There are plenty of of abnormal signs to watch for in a pregnancy. I would recommend you have a look through some of the pinned threads at the top of this part of the forum, especially read up on red bags & dystocia . 

The only other thing I wanted to add and being your mare is small, is to keep an eye on her weight as she nears delivery. An obese mare will have far greater issues trying to deliver than a mare at a healthy weight. 
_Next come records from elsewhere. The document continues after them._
//! Why the program ends without an answer.

use std::io;
use std::path::PathBuf;
use std::process::ExitCode;

use backlit_cubes::CubesError;
use backlit_inverse::InverseError;
use backlit_inverse::setup::SetupError;
use backlit_species::SpeciesError;
use backlit_units::UnitsError;

use crate::interrupt;

/// Everything that ends a command early; the message is what the user reads.
#[derive(Debug, thiserror::Error)]
#[non_exhaustive]
pub enum Failure {
    /// A setup that cannot be used.
    #[error(transparent)]
    Setup(#[from] SetupError),
    /// A file that cannot be read or written.
    #[error(transparent)]
    Cubes(#[from] CubesError),
    /// A species that is not known.
    #[error(transparent)]
    Species(#[from] SpeciesError),
    /// A problem that cannot be posed.
    #[error(transparent)]
    Inverse(#[from] InverseError),
    /// Wavelengths or units of a file that cannot be used.
    #[error("{}: {source}", path.display())]
    Units {
        /// The file.
        path: PathBuf,
        /// What is wrong.
        source: UnitsError,
    },
    /// Neither the data nor the setup say the unit of the intensity.
    #[error(
        "{} does not say the unit of its intensity, nor does {}\n\
         hint: add `# intensity_unit: W m-2 sr-1 nm-1` (CSV) or the attribute `units` (HDF5) to the data, or intensity_unit to \
         [spectrum] in the setup; \"relative\" with scale = {{ find = [low, high] }} where the calibration is only relative",
        data.display(), setup.display()
    )]
    NoUnit {
        /// The data file.
        data: PathBuf,
        /// The setup file.
        setup: PathBuf,
    },
    /// A measured background that does not reach over the data.
    #[error(
        "{} covers {have_low_nm:.3}..{have_high_nm:.3} nm, the data need {need_low_nm:.3}..{need_high_nm:.3} nm (vacuum)\n\
         hint: measure the light without the gas over the whole range, or narrow `use_nm` and cut the data to it", path.display()
    )]
    BackgroundTooShort {
        /// The file of the measured light.
        path: PathBuf,
        /// Its shortest wavelength.
        have_low_nm: f64,
        /// Its longest wavelength.
        have_high_nm: f64,
        /// The data's shortest wavelength.
        need_low_nm: f64,
        /// The data's longest wavelength.
        need_high_nm: f64,
    },
    /// A measured background with channels that cannot be used.
    #[error(
        "{} has {masked} channels without a usable intensity, the first at {first_nm:.4} nm\n\
         hint: the light without the gas must be known in every channel; fill or cut these", path.display()
    )]
    BackgroundMasked {
        /// The file of the measured light.
        path: PathBuf,
        /// How many channels.
        masked: usize,
        /// The first of them, in the file's medium.
        first_nm: f64,
    },
    /// A spectrum with too little in it to tell lines from light.
    #[error(
        "{} has {usable} usable channels, an identification needs at least 41\n\
         hint: give a wider piece of the spectrum, or less of a mask or of `use_nm`", path.display()
    )]
    TooShort {
        /// The file.
        path: PathBuf,
        /// Channels that are not masked.
        usable: usize,
    },
    /// A spectrum whose noise nobody knows.
    #[error(
        "{} has no uncertainties, and its {usable} usable channels do not show their noise\n\
         hint: add a column `uncertainty` (1 sigma)", path.display()
    )]
    NoNoise {
        /// The file.
        path: PathBuf,
        /// Channels with a value.
        usable: usize,
    },
    /// A grid that makes no sense.
    #[error(
        "a step of {step_nm} nm divides {low_nm}..{high_nm} nm into {channels:.0} channels, allowed are 2..=10000000\n\
         hint: choose another --step or --range"
    )]
    Grid {
        /// The step.
        step_nm: f64,
        /// The short end.
        low_nm: f64,
        /// The long end.
        high_nm: f64,
        /// The number of channels.
        channels: f64,
    },
    /// The table of `--vary` cannot be read.
    #[error("{} cannot be read: {source}\nhint: a table with a header row: y,x and one column a quantity, as `backlit predict --help` shows", path.display())]
    VaryRead {
        /// The table.
        path: PathBuf,
        /// What the reader said.
        source: csv::Error,
    },
    /// A column of `--vary` that is no free quantity, or one that is missing.
    #[error("{} line 1: {what} column `{column}`\nhint: {hint}", path.display())]
    VaryColumn {
        /// The table.
        path: PathBuf,
        /// `unknown`, `repeated` or `no`.
        what: &'static str,
        /// The column.
        column: String,
        /// What to do.
        hint: String,
    },
    /// A cell of `--vary` that is no number, or outside the cube.
    #[error("{} line {line}, column `{column}`: found `{got}`, expected {need}\nhint: {hint}", path.display())]
    VaryCell {
        /// The table.
        path: PathBuf,
        /// The line, from 1.
        line: u64,
        /// The column.
        column: String,
        /// What stands there.
        got: String,
        /// What should stand there.
        need: String,
        /// What to do.
        hint: &'static str,
    },
    /// A file that the system does not let us write.
    #[error("{} cannot be written: {source}\nhint: check the folder, its permissions and the space left", path.display())]
    Write {
        /// The file.
        path: PathBuf,
        /// What the system said.
        source: io::Error,
    },
    /// A cube in which no spectrum can be fitted.
    #[error("{}: none of the {total} spectra has as many usable channels as free values (no data, NaN, masked, or without a usable uncertainty)\nhint: check `/intensity` and `/uncertainty` of the cube, and `spectrum.use_nm` of the setup", path.display())]
    NoUsableSpectrum {
        /// The cube.
        path: PathBuf,
        /// Its spectra.
        total: u64,
    },
    /// A file that is there already.
    #[error("{} exists already\nhint: choose another name, or give --overwrite to replace it", path.display())]
    Exists {
        /// The file.
        path: PathBuf,
    },
    /// Standard output cannot be written.
    #[error(
        "standard output cannot be written: {source}\nhint: check the space left where it goes"
    )]
    Stdout {
        /// What the system said.
        source: io::Error,
    },
    /// The reader of standard output has gone; no reason to complain.
    #[error("standard output was closed")]
    PipeClosed,
    /// A document that JSON cannot hold.
    #[error(
        "the answer cannot be written as JSON: {source}\nhint: this is a defect of the program; please report it"
    )]
    Json {
        /// What the writer said.
        source: serde_json::Error,
    },
    /// The system gives no threads.
    #[error("cannot start the threads: {source}\nhint: give a smaller --threads")]
    Threads {
        /// What the system said.
        source: rayon::ThreadPoolBuildError,
    },
    /// Ctrl-C.
    #[error(
        "interrupted after {done} of {total} spectra; they are kept in {}\nhint: the same command with --resume continues", journal.display()
    )]
    Interrupted {
        /// Spectra done.
        done: u64,
        /// Spectra in the cube.
        total: u64,
        /// Where they are kept.
        journal: PathBuf,
    },
}

impl Failure {
    /// Standard output failed; a closed pipe is no failure.
    pub fn stdout(source: io::Error) -> Self {
        match source.kind() {
            io::ErrorKind::BrokenPipe => Failure::PipeClosed,
            _ => Failure::Stdout { source },
        }
    }

    /// 130 for an interrupted run, otherwise 2.
    pub fn exit_code(&self) -> ExitCode {
        match self {
            Failure::Interrupted { .. } => ExitCode::from(interrupt::EXIT_CODE),
            _ => ExitCode::from(2),
        }
    }
}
Mares generally start to produce an udder 4-6 weeks before delivery.

Cheers Ryan


----------



## dwallen1969 (Feb 21, 2020)

Thanks Ryan. I gonna keep a close eye on her. I’ve done some reading on those topics before, but I’m gonna re-read them to be better prepared. I’ll keep you updated


----------



## dwallen1969 (Feb 29, 2020)

Here she is , sorry for delay. Not bagging at all. I’m thinking 4-6 weeks. Bad thing is my daughter is due then also. Me and wife trying to figure out who has to say home. They live about 2 hours away. My wife be sleeping at the hospital and I’m gonna be sleeping in a barn. Lol


----------



## plaid mare (Feb 29, 2020)

Your grand-baby will have a wonderful friend to grow up with! Good luck with both your new arrivals.


----------



## dwallen1969 (Feb 29, 2020)

Thank you, it’s our first grand-baby.


----------



## dwallen1969 (Mar 14, 2020)

Started bagging up yesterday. Getting closer, a little more anxious now.


----------



## Ryan Johnson (Mar 24, 2020)

How is she coming along ?


----------



## dwallen1969 (Mar 27, 2020)

She’s doing great. Bag is almost full. We have her isolated in the small barn with access to about a 1/2 acre of grass. We are working from home now, so we’re keeping a close eye on her. Daughter is scheduled to have our grand-baby on April 3. Hoping Bella foals before then so my wife will be here.


----------



## Willow Flats (Mar 27, 2020)

I've been checking the live cam when ever I think of it. The picture is much better in this stall. I hope it all works out with the timing so your wife can attend both births!


----------



## Ryan Johnson (Mar 29, 2020)

Best of luck , sounds like she's progressing wonderfully. Id be getting the foaling kit ready


----------



## dwallen1969 (Apr 5, 2020)

This is hard to type. A few days ago our little angel didn’t make it. She started foaling and all you could see was a little bit of red bag. We immediately called the vet. She continued to try and pass the foal with no success. Vet tried everything he could do but he said her birth canal was too small. Long story short, we lost both. After all the foals we had we never had one that couldn’t deliver a foal. I’ve witnessed many scenarios but wasn’t ready for this one.
We have another due next month so y’all pray for us on that one.
On a more positive note we are new proud grand-parents. My daughter had a little girl.


----------



## Minidreamz0581 (Apr 5, 2020)

Oh my goodness...I’m so sorry. This year has been a rough one for foals so far, and to lose your mare too is heartbreaking. Congratulations on your new granddaughter though! I’m sure she’ll put a smile on your face during these rough times  sending love, hugs and prayers from PA.


----------



## Willow Flats (Apr 5, 2020)

That is heartbreaking news! So sorry. Prayers said for a safe delivery for your other mare of her foal and gratitude for your new grand daughter.


----------



## Ryan Johnson (Apr 5, 2020)

Im so sorry Donnie, My thoughts are with you. Congratulations on the arrival of your grand daughter.

All the best Ryan


----------



## imahappyhorsemom (Apr 6, 2020)

dwallen1969 said:


> This is hard to type. A few days ago our little angel didn’t make it. She started foaling and all you could see was a little bit of red bag. We immediately called the vet. She continued to try and pass the foal with no success. Vet tried everything he could do but he said her birth canal was too small. Long story short, we lost both. After all the foals we had we never had one that couldn’t deliver a foal. I’ve witnessed many scenarios but wasn’t ready for this one.
> We have another due next month so y’all pray for us on that one.
> On a more positive note we are new proud grand-parents. My daughter had a little girl.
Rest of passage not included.